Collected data
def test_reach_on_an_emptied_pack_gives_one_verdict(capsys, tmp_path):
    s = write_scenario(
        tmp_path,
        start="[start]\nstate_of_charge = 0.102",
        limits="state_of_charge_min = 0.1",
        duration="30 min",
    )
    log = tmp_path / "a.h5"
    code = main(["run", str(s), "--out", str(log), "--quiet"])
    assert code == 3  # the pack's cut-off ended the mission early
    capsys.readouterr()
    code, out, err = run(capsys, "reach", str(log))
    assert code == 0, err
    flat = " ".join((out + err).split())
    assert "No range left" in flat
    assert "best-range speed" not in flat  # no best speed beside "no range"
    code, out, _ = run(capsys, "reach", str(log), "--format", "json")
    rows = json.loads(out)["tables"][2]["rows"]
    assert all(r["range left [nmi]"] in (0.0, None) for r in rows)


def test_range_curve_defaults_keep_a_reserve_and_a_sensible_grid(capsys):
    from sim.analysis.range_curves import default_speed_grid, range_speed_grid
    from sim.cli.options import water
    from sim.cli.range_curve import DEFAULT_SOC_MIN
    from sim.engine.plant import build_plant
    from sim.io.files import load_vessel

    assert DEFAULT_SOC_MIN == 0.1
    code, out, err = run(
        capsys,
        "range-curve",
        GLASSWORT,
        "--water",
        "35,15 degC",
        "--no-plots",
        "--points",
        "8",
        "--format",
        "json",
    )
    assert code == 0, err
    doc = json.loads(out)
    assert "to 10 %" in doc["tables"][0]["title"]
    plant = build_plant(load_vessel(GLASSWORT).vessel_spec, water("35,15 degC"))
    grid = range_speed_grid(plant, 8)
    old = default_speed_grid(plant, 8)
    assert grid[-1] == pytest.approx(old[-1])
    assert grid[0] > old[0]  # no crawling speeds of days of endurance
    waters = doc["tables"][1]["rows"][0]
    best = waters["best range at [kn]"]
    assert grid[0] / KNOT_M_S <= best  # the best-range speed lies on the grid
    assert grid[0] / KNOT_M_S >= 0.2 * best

--

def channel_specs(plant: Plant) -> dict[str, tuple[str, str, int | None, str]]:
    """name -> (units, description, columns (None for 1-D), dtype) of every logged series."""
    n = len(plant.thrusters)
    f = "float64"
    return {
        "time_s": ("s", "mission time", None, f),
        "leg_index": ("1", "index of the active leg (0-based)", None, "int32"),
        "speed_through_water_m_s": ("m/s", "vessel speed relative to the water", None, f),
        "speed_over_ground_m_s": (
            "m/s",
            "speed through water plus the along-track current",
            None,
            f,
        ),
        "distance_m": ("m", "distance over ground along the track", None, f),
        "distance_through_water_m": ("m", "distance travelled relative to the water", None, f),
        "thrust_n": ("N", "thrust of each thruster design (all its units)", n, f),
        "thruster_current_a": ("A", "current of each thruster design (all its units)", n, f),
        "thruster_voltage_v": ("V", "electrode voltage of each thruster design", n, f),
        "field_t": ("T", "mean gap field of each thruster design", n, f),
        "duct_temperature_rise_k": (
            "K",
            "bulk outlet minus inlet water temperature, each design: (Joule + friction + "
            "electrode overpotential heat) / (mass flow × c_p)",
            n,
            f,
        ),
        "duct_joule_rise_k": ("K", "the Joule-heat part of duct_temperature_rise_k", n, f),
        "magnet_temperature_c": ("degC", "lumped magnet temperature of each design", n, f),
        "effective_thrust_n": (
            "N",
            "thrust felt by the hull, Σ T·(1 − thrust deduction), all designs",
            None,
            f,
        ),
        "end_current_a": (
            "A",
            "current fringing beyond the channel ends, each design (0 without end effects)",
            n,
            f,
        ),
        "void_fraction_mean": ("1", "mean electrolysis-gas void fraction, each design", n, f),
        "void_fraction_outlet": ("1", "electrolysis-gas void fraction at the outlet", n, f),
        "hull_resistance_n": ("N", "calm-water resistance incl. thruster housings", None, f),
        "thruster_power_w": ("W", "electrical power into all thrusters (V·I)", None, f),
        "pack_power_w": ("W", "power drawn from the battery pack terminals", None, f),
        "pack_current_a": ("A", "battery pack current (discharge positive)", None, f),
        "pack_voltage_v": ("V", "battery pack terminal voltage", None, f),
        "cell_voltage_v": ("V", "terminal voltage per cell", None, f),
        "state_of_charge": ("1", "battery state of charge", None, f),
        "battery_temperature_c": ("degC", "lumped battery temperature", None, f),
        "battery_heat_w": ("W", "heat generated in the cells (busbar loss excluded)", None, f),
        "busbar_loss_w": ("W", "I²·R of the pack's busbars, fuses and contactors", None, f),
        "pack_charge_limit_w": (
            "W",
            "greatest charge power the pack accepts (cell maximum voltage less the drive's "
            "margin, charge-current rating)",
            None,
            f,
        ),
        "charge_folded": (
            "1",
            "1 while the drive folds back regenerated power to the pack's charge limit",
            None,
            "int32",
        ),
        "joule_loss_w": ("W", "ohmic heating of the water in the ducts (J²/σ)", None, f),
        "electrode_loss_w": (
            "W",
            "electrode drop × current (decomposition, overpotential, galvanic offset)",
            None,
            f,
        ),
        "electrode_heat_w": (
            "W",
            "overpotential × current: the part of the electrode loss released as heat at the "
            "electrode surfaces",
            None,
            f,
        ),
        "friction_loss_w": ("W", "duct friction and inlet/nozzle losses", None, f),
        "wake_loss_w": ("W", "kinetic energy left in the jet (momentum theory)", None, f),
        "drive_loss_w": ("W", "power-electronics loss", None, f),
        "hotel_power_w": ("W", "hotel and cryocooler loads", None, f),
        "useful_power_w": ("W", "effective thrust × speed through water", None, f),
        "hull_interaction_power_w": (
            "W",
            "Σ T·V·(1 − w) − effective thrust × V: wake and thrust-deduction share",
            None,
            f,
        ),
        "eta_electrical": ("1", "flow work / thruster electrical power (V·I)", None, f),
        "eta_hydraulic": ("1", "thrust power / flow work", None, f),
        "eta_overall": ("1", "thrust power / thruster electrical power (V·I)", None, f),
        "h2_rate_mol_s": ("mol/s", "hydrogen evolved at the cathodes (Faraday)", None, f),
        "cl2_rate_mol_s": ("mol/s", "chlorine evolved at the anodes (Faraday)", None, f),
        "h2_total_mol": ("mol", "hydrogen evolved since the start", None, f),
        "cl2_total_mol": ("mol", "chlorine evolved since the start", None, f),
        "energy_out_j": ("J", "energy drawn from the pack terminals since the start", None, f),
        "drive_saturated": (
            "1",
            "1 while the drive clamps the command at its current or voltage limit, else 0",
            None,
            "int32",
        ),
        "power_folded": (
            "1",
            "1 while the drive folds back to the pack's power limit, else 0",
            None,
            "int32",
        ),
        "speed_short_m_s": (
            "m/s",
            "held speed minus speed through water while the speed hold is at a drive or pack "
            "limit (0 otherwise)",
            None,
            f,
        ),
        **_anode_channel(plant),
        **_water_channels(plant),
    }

* * *

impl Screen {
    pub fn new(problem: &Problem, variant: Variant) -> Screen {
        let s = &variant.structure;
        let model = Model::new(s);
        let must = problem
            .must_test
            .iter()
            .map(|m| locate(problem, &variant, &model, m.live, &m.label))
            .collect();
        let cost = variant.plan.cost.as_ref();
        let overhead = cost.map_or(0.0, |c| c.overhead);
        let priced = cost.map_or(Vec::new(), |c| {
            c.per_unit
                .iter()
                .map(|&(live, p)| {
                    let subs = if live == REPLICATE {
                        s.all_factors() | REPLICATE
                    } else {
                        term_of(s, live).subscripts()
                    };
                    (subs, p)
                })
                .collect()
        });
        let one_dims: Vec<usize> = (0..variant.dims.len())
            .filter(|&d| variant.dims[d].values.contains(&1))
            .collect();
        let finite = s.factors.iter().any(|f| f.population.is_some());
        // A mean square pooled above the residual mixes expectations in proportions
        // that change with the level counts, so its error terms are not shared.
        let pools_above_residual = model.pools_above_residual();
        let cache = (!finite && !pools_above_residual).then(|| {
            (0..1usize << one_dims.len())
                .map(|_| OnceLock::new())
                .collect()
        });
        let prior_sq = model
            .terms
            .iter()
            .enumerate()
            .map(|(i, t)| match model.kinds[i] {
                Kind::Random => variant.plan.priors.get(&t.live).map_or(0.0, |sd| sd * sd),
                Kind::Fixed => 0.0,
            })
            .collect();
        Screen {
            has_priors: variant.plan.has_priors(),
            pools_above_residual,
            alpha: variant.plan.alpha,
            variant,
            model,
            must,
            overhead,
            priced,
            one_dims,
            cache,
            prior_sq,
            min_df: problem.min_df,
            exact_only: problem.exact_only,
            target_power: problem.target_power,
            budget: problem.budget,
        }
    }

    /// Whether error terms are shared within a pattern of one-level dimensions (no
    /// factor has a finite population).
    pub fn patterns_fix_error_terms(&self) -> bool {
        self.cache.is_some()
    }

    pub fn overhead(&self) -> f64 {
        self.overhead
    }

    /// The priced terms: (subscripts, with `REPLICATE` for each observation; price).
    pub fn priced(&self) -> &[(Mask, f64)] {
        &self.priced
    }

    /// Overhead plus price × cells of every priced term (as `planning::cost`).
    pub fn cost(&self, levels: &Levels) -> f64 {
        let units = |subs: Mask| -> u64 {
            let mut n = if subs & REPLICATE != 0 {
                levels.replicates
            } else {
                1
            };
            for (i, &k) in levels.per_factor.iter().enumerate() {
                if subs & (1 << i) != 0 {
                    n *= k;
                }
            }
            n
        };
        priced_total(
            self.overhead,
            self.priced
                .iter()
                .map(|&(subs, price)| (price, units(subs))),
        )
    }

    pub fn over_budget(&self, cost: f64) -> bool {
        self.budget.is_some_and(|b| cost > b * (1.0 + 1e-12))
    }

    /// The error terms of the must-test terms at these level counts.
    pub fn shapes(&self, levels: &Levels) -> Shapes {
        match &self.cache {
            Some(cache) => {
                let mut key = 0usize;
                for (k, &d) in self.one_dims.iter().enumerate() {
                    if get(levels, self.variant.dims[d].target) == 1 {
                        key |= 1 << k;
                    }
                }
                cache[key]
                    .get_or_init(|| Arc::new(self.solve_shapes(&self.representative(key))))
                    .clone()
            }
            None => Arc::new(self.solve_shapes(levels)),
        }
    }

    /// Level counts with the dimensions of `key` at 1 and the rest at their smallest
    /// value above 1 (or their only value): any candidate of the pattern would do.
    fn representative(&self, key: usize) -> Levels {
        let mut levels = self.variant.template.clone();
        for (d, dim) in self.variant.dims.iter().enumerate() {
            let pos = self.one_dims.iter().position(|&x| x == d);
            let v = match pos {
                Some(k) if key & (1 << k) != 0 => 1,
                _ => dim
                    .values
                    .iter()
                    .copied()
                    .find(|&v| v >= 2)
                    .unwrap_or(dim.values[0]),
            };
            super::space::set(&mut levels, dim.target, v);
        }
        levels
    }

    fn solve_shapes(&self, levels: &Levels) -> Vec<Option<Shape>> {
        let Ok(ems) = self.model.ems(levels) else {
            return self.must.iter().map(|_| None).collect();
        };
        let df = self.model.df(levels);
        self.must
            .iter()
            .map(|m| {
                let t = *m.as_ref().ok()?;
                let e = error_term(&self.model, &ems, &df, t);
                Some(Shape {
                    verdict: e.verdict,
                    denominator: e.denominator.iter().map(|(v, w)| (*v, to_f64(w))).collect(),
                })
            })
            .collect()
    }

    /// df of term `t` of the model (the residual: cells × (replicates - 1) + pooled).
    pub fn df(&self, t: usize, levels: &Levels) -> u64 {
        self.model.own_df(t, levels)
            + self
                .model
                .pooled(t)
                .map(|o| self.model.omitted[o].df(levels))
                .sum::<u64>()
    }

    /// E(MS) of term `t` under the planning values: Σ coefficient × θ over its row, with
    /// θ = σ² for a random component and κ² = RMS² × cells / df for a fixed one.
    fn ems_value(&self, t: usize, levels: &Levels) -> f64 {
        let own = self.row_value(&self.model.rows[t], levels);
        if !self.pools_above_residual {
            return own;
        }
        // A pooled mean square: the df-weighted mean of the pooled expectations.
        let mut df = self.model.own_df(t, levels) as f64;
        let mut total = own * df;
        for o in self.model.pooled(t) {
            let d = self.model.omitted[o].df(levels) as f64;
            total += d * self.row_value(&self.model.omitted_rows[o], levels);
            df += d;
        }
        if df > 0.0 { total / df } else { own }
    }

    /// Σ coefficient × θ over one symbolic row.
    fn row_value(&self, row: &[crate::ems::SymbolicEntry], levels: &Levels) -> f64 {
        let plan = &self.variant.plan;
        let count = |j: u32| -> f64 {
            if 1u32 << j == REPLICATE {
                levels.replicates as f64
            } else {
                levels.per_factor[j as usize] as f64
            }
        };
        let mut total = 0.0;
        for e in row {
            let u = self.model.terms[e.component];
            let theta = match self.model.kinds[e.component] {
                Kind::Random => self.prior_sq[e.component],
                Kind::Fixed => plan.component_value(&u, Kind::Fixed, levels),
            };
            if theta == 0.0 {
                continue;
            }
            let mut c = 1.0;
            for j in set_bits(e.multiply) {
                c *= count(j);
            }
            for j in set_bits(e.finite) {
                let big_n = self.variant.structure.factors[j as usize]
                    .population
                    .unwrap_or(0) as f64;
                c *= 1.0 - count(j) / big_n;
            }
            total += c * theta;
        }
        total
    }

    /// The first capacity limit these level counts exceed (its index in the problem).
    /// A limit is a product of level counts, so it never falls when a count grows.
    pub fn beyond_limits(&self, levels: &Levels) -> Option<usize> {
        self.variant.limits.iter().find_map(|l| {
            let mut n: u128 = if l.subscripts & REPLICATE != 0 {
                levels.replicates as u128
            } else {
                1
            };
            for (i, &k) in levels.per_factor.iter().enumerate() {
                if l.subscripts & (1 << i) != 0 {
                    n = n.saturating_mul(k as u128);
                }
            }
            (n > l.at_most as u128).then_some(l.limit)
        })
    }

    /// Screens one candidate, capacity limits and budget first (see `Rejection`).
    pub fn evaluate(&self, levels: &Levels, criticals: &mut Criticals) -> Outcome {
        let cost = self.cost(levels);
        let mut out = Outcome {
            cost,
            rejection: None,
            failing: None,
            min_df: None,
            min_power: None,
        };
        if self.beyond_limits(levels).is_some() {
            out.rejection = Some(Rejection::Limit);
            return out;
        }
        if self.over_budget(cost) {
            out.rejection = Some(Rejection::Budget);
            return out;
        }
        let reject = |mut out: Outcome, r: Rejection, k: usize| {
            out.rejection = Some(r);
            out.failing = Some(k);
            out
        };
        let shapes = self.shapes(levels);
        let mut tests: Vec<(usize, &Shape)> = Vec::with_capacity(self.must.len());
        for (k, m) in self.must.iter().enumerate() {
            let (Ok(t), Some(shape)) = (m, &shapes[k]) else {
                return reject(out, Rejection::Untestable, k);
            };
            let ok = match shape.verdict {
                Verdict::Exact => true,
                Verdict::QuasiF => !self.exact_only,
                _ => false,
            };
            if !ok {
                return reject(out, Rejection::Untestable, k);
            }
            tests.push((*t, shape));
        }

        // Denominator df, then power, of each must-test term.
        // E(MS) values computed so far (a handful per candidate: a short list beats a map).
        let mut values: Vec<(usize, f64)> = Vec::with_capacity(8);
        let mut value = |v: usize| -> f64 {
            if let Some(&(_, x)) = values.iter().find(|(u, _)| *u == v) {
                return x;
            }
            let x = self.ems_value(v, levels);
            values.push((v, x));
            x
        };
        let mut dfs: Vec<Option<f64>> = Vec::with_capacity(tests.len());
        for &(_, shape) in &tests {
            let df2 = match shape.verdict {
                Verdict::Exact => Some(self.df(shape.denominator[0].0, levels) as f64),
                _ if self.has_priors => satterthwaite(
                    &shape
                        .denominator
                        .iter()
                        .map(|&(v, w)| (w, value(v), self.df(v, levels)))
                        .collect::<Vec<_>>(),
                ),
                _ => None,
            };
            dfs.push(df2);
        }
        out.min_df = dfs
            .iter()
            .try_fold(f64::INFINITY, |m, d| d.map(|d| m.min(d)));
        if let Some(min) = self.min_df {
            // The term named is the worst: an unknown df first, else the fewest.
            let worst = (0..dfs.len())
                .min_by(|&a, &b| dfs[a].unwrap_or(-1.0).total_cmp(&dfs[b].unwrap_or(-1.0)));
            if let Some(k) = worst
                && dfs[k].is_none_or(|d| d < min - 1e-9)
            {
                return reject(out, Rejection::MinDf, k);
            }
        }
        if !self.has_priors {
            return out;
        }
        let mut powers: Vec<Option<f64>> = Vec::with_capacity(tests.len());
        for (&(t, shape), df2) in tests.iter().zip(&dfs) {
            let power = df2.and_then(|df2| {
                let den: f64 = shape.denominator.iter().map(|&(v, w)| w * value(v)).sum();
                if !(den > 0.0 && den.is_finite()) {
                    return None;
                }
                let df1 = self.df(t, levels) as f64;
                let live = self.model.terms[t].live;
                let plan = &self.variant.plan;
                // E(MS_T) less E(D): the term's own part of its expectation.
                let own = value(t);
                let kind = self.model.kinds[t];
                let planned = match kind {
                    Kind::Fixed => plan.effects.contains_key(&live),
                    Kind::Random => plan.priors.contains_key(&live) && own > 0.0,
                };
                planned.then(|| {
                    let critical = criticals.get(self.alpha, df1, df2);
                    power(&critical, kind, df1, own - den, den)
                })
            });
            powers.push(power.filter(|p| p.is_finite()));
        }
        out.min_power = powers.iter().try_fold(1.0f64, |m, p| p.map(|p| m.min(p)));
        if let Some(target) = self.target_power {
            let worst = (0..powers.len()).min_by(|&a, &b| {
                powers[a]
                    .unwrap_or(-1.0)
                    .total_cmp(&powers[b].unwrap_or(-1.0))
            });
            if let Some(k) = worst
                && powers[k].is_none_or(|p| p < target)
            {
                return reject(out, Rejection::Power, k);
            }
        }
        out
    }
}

### DESCRIPTION OF THE TASK
Pick out each line above that includes "evolved" and show it.

### ANSWER BOX
        "h2_rate_mol_s": ("mol/s", "hydrogen evolved at the cathodes (Faraday)", None, f),
        "cl2_rate_mol_s": ("mol/s", "chlorine evolved at the anodes (Faraday)", None, f),
        "h2_total_mol": ("mol", "hydrogen evolved since the start", None, f),
        "cl2_total_mol": ("mol", "chlorine evolved since the start", None, f),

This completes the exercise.